U.S. Customs and Immigration’s (ICE) 287(g) program is a series of cooperative agreements with local law enforcement to remove criminal aliens from communities. It has been a polarizing issue. Communities that prioritize law and order tend to love it; places where anti-borders thinking and sanctuary city ideology prevail loathe it. After Trump’s November election reinvigorated border security, new 287(g) communities have emerged in some unlikely places. 

Recently, five Minnesota sheriffs from Cass, Crow Wing, Freeborn, Itasca, and Jackson counties joined the program, aligning their offices with federal efforts to identify and deport illegal aliens who commit crimes. These sheriffs represent a coalition of rural counties determined to address immigration enforcement in a state often characterized by its progressive, sanctuary-leaning policies.

Why would sheriffs in a deep-blue state still governed by Kamala Harris’s former running mate side with the Trump-friendly program? The lawmen oversee jurisdictions where resources are stretched thin, making federal cooperation a practical necessity. Since President Trump took office, they’ve joined Sherburne and Kandiyohi counties in embracing 287(g), bringing the state’s total to seven participating sheriff’s offices. Their decision reflects a rejection of Minnesota’s broader sanctuary ethos, prioritizing instead a partnership with ICE to target criminal offenders for deportation.

While the number of participants fluctuates, ICE’s website reports that it has signed 444 Memorandums of Agreement for 287(g) programs covering 38 states, with 67 other program applications pending. After the anarchy of the Biden administration’s see-no-evil approach to immigration enforcement, it is getting harder to defend resistance to 287(g), even in states like Minnesota.

Other jurisdictions are still clinging to their pro-sanctuary positions that bring crime and squalor. In Maryland, the legislature passed a watered-down, so-called immigrant protections bill, HB 1222, in the final moments of the April 7 session. Initially, the bill aimed to ban 287(g) agreements outright—a move championed by extremist anti-borders groups like CASA. Though the prohibition was stripped from the final version due to Senate resistance, the effort reveals a clear intent: to sever ties between local law enforcement and ICE.

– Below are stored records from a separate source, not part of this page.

class _GridLines(_AcrossView):
    """Grid lines of a plot at its axes' ticks, drawn behind the curves in solid colours.

    Same places and strengths as pyqtgraph's own grid (``showGrid``), whose faint lines are drawn
    with transparency over the whole view by each axis: blending those cost ~10 ms per repaint.
    On the plain plot background a colour mixed in advance looks the same and draws quickly.
    """

    def __init__(self, plot: pg.PlotItem, alpha: float, colour: str, background: str):
        super().__init__(plot, z=-1000)
        self.alpha = alpha
        self._ink = style.qcolor(colour)
        self._paper = style.qcolor(background)
        self._drawn: tuple = ((), [])  # (view rect and size, [(pen, lines)]): a repaint of an unmoved view reuses them

    def _mixed(self, alpha: float) -> QColor:
        a = min(1.0, max(0.0, alpha / 255.0))
        ink, paper = self._ink, self._paper
        return QColor(round(ink.red() * a + paper.red() * (1 - a)),
                      round(ink.green() * a + paper.green() * (1 - a)),
                      round(ink.blue() * a + paper.blue() * (1 - a)))

    def paint(self, p, *_args) -> None:
        vb = self.plot.vb
        rect = vb.viewRect()
        p.setRenderHint(p.RenderHint.Antialiasing, False)
        key = (rect.getRect(), vb.width(), vb.height())
        if self._drawn[0] != key:
            self._drawn = (key, self._strokes(rect))
        for pen, lines in self._drawn[1]:
            p.setPen(pen)
            p.drawLines(lines)

    def _strokes(self, rect: QRectF) -> list[tuple[QPen, list[QLineF]]]:
        """The grid's lines in ``rect`` (view coordinates), grouped by pen, strongest level last."""
        vb = self.plot.vb
        strokes = []
        grid = int(min(255, max(0, self.alpha * 255)))
        for name, lo, hi, pixels in (("bottom", rect.left(), rect.right(), vb.width()),
                                     ("left", rect.top(), rect.bottom(), vb.height())):
            if pixels <= 0 or hi <= lo:
                continue
            levels = self.plot.getAxis(name).tickValues(lo, hi, pixels)
            # strongest level last, so it is the one seen where levels coincide
            for i in reversed(range(len(levels))):
                ticks = levels[i][1]
                alpha = 255 / (i + 1) * grid / 255.0 * min(1.0, max(0.0, 0.05 * pixels / (len(ticks) + 1)))
                pen = QPen(self._mixed(alpha), 0)
                pen.setCosmetic(True)
                if name == "bottom":
                    lines = [QLineF(v, rect.top(), v, rect.bottom()) for v in ticks if lo <= v <= hi]
                else:
                    lines = [QLineF(rect.left(), v, rect.right(), v) for v in ticks if lo <= v <= hi]
                if lines:
                    strokes.append((pen, lines))
        return strokes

Counties like Cecil, Frederick, and Harford, which currently participate in 287(g), faced the prospect of losing a tool their sheriffs defend as essential. Maryland’s push reflects a broader and more partisan ideological stance, one that prioritizes illegal alien rights over the enforcement of federal immigration law, even when it involves aliens with criminal records.

The Trump administration’s threat of withholding federal money to communities that continue anti-borders policies has created useful leverage. In counties with limited budgets and manpower, sheriffs can’t afford to ignore federal support. The five Minnesota sheriffs, for instance, gain access to ICE training and resources, amplifying their ability to detain and process dangerous individuals. In contrast, Maryland’s resistance risks leaving sheriffs without this lifeline, potentially allowing criminals to slip through cracks widened by ideological posturing. Nationwide, 287(g) has facilitated the removal of thousands of offenders—1,795 from Frederick County alone, as Sheriff Chuck Jenkins has noted—demonstrating its efficacy in reducing recidivism by those who shouldn’t be here in the first place.

Opponents of 287(g) cling to the argument that the program sows distrust in immigrant communities, making aliens less likely to report crime. But this represents a dangerous inversion of priorities—changing law enforcement’s primary role to community comfort rather than effective law enforcement.  

The Maryland legislators and their ilk are now akin to the Iraqi military’s “dead-enders” who continued to fight a war that they clearly lost. Americans spoke definitively in the 2024 election. Our experiment with loose borders, sanctuary cities, and prioritizing aliens over citizens has been a colossal failure. Pockets of fervent resistance may remain, but America as a nation has moved on.

The 287(g) program isn’t about profiling or mass deportation; it is about accountability. By empowering sheriffs like those in Minnesota to act decisively, it reinforces a system where legal residency and public safety go hand in hand. Maryland’s reluctance may appease activists, but it weakens the very security Americans deserve.

In an era of porous borders and strained resources, 287(g) isn’t just good—it’s essential. The 287(g) program, far from being a divisive gimmick, is a pragmatic solution to enhance American security, and its expansion should be celebrated, not curtailed.